Hay un recuerdo más claro vinculado a una sola palabra, bastante larga y nada fácil de pronunciar: erdbeeren, cuyo significado es en alemán «fresas». Primavera. Mi mamá está de pie junto a la ventana abierta, y a su lado estoy yo, encima de una silla; y, de repente, asoma por un sendero una muchacha rutena con una cesta redonda y ancha llena de fresas sobre su cabeza. Erdbeeren!, exclama mi madre. Este grito no va dirigido a la muchacha, sino a mi padre, que baja al patio y se acerca a la muchacha. La detiene mientras ella baja la cesta; hablan unos instantes. Mi papá se ríe, saca del bolsillo de su abrigo un billete y se lo extiende; la muchacha le da a cambio la cesta con todas las fresas que contiene. Mi padre sube las escaleras y entra en casa. Ahora se puede ver de cerca: una cesta no demasiado profunda pero muy ancha; las fresas son pequeñas y rojizas y desprenden un olor a bosque. A mí me encantaría introducir la mano para sacar un puñado, pero sé que no se me permite hacerlo y me contengo. Es evidente que mamá me comprende; coge un puñado de fresas, las lava y me las da en un platito. Yo, de tanta alegría, me atraganto.
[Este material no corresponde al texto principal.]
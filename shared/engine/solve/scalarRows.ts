import { cellOffsets, type BasedComplex } from '../based/BasedComplex';
import { entry, maxAbs } from '../based/Mat';
import type { Vec } from '../fields/Field';
import type { SparseRows } from './SparseEchelon';

/**
 * δ^k of a based complex as sparse scalar rows: one row per coordinate of
 * degree k+1, columns the coordinates of degree k.
 */
export function scalarRows<E>(X: BasedComplex<E>, k: number): SparseRows<E> {
  const F = X.field;
  const cob = X.cob[k];
  const rowDims = X.dims[k + 1];
  const colOff = cellOffsets(X.dims[k]);
  const rows: { cols: Int32Array; vals: Vec<E> }[] = [];
  let scale = 0;
  for (let t = 0; t < rowDims.length; t++) {
    const lists: { cols: number[]; vals: E[] }[] = Array.from({ length: rowDims[t] }, () => ({ cols: [], vals: [] }));
    for (let e = cob.rowPtr[t]; e < cob.rowPtr[t + 1]; e++) {
      const b = cob.block[e];
      if (b < 0) continue;
      const M = X.blocks[b];
      const s = cob.col[e];
      const neg = cob.sign[e] < 0;
      const m = maxAbs(F, M);
      if (m > scale) scale = m;
      for (let r = 0; r < M.rows; r++) {
        for (let c = 0; c < M.cols; c++) {
          if (M.scalar !== undefined && r !== c) continue;
          const v = entry(F, M, r, c);
          if (F.isZero(v)) continue;
          lists[r].cols.push(colOff[s] + c);
          lists[r].vals.push(neg ? F.neg(v) : v);
        }
      }
    }
    for (const l of lists) {
      const vals = F.newVec(l.vals.length);
      for (let i = 0; i < l.vals.length; i++) vals[i] = l.vals[i];
      rows.push({ cols: Int32Array.from(l.cols), vals });
    }
  }
  return { nCols: colOff[colOff.length - 1], rows, scale };
}

/** The transpose of sparse rows (columns become rows). */
export function transposeRows<E>(m: SparseRows<E>, newVec: (n: number) => Vec<E>): SparseRows<E> {
  const counts = new Int32Array(m.nCols);
  for (const r of m.rows) for (let i = 0; i < r.cols.length; i++) counts[r.cols[i]]++;
  const rows = Array.from(counts, (n) => ({ cols: new Int32Array(n), vals: newVec(n) }));
  const fill = new Int32Array(m.nCols);
  m.rows.forEach((r, ri) => {
    for (let i = 0; i < r.cols.length; i++) {
      const c = r.cols[i];
      rows[c].cols[fill[c]] = ri;
      rows[c].vals[fill[c]++] = r.vals[i];
    }
  });
  return { nCols: m.rows.length, rows, scale: m.scale };
}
Sólo entonces comienza la ceremonia: mi madre esparce azúcar en polvo sobre las pequeñas frutas, añade nata y ofrece el manjar a cada uno de nosotros. No es necesario preguntar si se puede repetir; mamá sigue agregando más y más fresas mientras las devoramos, como si se fueran a acabar. Pero no hay de qué preocuparse, la cesta está todavía llena, tanto que, aunque comiéramos toda la noche, no disminuiría. «Qué pena no tener invitados», dice mi madre. Mi papá esboza una sonrisa picara como si fuera cómplice de alguna conspiración. Al día siguiente también comemos platos repletos, aunque ya no con avidez, sino más bien distraídamente. Lo que sobra mi madre lo deja en la despensa. Y yo vi con mis propios ojos cómo las espléndidas fresas se agrisaban y marchitaban; esta visión me dejó apesadumbrado para el resto del día. Pero la cesta de mimbre hecha de sencillas ramas se quedó en nuestra casa muchos días, y cada vez que mis ojos se encuentran con ella, recuerdo que estaba sobre la cabeza de la chica rutena como una corona roja.

Recuerdos más claros aún son los paseos a lo largo del río, por senderos del campo y por prados de hierba. Algunas veces subíamos a la colina, nos sentábamos en la cima y observábamos el paisaje. Mis padres hablan poco y escuchan con atención. En mi madre esto es más evidente. Cuando ella escucha, sus grandes ojos se abren, como si buscara abarcar todo lo que la rodea. También en casa predomina el silencio sobre las palabras. De aquellos recónditos y lejanos días no me han quedado palabras en la memoria, únicamente las miradas de mi madre. Había en ellas tanta ternura y atención hacia mi persona que hasta el día de hoy las siento.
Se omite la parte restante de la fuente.